Collected data
* * * *
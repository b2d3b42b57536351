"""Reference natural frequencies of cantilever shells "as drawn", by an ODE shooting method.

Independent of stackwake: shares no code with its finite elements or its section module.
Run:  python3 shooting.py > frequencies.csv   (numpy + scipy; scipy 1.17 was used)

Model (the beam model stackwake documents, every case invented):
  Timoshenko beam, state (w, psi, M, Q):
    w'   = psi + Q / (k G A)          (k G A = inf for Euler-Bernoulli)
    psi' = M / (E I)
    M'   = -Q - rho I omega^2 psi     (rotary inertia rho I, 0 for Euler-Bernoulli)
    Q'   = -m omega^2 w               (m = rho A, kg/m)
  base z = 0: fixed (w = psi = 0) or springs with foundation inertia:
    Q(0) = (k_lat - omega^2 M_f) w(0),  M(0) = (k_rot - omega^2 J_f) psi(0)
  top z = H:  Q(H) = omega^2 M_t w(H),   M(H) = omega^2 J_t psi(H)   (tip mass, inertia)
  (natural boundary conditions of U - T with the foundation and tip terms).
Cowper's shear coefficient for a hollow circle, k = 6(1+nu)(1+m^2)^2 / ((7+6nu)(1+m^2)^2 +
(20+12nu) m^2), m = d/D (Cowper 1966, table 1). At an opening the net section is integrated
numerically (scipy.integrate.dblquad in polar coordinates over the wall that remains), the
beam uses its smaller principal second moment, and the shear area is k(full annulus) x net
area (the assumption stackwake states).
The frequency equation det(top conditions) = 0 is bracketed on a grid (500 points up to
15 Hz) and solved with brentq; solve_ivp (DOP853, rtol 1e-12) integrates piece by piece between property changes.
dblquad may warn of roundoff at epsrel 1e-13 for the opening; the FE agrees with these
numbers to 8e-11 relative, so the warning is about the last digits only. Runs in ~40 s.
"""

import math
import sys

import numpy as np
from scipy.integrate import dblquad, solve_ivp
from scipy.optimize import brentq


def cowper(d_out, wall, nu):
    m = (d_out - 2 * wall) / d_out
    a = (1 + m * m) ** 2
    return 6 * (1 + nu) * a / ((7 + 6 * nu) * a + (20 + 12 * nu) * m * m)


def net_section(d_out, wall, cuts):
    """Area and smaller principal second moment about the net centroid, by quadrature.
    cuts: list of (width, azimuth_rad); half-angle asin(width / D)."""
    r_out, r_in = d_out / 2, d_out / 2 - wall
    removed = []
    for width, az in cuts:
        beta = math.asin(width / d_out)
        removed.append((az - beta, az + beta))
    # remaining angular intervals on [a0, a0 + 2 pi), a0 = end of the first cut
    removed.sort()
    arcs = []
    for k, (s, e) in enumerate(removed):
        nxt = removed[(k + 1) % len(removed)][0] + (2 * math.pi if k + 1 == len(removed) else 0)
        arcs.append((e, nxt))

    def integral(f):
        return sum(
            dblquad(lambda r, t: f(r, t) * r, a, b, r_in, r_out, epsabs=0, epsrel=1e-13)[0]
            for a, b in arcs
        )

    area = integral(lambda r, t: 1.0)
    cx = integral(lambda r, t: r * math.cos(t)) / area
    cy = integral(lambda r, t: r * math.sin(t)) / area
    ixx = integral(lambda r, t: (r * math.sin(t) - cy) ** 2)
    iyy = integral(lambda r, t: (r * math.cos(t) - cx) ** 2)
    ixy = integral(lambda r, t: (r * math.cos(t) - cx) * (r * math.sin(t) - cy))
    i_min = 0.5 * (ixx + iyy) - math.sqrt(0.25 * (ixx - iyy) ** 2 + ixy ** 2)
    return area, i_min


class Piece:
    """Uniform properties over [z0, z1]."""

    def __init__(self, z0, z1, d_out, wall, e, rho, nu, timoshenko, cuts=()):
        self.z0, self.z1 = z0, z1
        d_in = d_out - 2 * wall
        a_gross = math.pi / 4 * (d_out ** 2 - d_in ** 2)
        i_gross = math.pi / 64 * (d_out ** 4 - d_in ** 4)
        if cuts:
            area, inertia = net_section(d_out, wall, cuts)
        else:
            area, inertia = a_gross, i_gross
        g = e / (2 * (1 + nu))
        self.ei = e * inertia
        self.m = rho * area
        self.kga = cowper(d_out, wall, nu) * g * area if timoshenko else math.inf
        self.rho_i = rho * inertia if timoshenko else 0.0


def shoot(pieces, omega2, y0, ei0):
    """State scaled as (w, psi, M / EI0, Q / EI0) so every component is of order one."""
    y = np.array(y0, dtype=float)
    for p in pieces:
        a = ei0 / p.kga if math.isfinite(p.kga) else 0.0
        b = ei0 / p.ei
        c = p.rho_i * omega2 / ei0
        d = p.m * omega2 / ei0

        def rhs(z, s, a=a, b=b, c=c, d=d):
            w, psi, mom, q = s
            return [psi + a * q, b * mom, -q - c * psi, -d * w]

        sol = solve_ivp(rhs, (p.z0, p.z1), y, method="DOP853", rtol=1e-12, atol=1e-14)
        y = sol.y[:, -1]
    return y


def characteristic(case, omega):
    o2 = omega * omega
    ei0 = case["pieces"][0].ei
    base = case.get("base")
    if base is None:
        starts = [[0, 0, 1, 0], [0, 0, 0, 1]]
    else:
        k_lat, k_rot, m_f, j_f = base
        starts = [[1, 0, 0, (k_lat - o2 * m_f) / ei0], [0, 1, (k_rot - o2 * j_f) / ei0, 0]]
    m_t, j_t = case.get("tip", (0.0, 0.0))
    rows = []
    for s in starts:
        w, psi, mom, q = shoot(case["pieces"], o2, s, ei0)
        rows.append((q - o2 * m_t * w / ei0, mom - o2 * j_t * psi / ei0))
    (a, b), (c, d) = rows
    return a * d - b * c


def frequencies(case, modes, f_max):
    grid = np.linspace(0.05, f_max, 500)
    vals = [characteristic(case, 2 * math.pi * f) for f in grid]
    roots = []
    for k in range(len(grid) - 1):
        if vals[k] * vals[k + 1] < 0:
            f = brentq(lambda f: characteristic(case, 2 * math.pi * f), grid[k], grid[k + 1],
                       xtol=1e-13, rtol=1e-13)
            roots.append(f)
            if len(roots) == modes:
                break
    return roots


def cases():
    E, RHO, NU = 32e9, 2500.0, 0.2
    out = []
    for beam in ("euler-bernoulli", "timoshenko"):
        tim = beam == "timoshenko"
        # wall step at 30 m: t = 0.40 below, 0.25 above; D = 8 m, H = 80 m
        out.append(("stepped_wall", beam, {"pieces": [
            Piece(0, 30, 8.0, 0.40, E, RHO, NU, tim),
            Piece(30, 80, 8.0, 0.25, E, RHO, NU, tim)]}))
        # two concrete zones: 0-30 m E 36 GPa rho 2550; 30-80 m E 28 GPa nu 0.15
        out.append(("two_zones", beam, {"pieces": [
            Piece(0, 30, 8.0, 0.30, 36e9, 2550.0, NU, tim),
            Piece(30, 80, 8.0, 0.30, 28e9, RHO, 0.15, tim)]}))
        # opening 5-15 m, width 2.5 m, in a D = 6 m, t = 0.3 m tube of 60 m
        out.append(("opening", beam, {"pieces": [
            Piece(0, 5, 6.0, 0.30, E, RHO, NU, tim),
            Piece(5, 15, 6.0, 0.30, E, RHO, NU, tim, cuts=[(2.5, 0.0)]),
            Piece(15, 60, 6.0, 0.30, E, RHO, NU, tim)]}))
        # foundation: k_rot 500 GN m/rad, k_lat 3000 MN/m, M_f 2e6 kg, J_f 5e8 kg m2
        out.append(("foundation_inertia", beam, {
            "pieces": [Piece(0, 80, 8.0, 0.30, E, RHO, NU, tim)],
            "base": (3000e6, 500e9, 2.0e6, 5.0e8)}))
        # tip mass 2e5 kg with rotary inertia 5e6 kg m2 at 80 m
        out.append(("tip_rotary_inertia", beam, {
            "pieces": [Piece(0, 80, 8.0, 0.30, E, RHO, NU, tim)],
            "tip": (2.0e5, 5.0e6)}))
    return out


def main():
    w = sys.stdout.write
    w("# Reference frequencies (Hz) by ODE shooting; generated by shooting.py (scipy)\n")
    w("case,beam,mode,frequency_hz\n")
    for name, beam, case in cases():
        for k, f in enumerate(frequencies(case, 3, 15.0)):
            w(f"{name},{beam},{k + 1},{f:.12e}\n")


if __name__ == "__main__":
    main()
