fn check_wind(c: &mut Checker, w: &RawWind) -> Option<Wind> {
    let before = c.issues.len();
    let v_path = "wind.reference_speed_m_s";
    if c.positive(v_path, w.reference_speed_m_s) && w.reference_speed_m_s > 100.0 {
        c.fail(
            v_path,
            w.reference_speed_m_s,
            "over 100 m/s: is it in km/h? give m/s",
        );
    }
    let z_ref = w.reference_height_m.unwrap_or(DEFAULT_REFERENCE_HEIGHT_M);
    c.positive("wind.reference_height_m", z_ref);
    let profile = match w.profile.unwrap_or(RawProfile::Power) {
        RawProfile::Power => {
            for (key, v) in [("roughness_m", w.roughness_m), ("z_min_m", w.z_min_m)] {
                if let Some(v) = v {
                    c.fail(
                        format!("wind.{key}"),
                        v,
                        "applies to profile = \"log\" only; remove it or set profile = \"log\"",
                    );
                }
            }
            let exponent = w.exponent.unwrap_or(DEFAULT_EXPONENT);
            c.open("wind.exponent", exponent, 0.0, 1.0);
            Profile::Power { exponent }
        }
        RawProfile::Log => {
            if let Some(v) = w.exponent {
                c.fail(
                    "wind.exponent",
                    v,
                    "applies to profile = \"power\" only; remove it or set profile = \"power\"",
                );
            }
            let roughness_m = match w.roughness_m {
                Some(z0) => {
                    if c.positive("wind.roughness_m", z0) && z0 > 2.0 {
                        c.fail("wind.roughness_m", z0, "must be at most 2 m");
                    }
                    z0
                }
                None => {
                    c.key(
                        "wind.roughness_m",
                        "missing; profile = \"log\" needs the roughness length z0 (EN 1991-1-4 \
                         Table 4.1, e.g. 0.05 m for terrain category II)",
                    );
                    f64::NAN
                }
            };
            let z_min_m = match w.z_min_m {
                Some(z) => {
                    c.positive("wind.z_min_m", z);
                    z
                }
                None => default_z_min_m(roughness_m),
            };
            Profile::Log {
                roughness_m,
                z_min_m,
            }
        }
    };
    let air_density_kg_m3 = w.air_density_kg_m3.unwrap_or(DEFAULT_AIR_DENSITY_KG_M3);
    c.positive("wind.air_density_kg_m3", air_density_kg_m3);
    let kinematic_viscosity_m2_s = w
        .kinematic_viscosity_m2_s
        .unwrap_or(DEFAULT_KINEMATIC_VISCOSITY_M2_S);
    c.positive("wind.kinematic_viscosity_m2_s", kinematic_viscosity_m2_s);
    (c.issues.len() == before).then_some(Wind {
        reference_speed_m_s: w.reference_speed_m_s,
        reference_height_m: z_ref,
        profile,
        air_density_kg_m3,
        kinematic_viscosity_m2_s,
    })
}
* * * *
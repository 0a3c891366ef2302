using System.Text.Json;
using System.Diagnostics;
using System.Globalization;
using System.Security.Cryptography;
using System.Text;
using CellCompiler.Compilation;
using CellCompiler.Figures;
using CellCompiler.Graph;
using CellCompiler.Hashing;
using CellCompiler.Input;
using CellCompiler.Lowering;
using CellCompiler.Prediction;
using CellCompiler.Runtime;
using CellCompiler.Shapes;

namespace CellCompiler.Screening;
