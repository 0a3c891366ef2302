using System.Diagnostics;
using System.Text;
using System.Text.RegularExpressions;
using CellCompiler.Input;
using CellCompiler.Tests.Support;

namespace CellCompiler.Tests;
* * * *
> [WHAT THE TASK ASKS]:
When a line in the data contains the string "applies", copy that line.

> [PROBLEM SOLUTION]:
                        "applies to profile = \"log\" only; remove it or set profile = \"log\"",
                    "applies to profile = \"power\" only; remove it or set profile = \"power\"",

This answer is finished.